◆ **Your goal**
Please retype the records that appear below, exactly and in full.

◆ **Supplied data**
= Beginning of Section =

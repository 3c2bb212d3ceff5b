// SPDX-License-Identifier: GPL-3.0-or-later
#pragma once
#include <QString>
#include <catch2/catch.hpp>
#include <string>

#include "base/result.h"

namespace Catch {
template <>
struct StringMaker<QString> {
    static std::string convert(const QString& text) { return '"' + text.toStdString() + '"'; }
};
}  // namespace Catch

/// The value, or a failed test that shows the error.
template <class T>
T must(soak::Result<T> result) {
    if (!result) FAIL(result.error().text());
    return std::move(result).value();
}

/// The words of an expected error; a success fails the test.
template <class T>
std::string refusal(const soak::Result<T>& result) {
    if (result) FAIL("succeeded where a refusal was expected");
    return result.error().text();
}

= End of Section =

◆ **Output for this exercise**
repository 3c2bb212d3ceff5b
// SPDX-License-Identifier: GPL-3.0-or-later
#pragma once
#include <QString>
#include <catch2/catch.hpp>
#include <string>

#include "base/result.h"

namespace Catch {
template <>
struct StringMaker<QString> {
    static std::string convert(const QString& text) { return '"' + text.toStdString() + '"'; }
};
}  // namespace Catch

/// The value, or a failed test that shows the error.
template <class T>
T must(soak::Result<T> result) {
    if (!result) FAIL(result.error().text());
    return std::move(result).value();
}

/// The words of an expected error; a success fails the test.
template <class T>
std::string refusal(const soak::Result<T>& result) {
    if (result) FAIL("succeeded where a refusal was expected");
    return result.error().text();
}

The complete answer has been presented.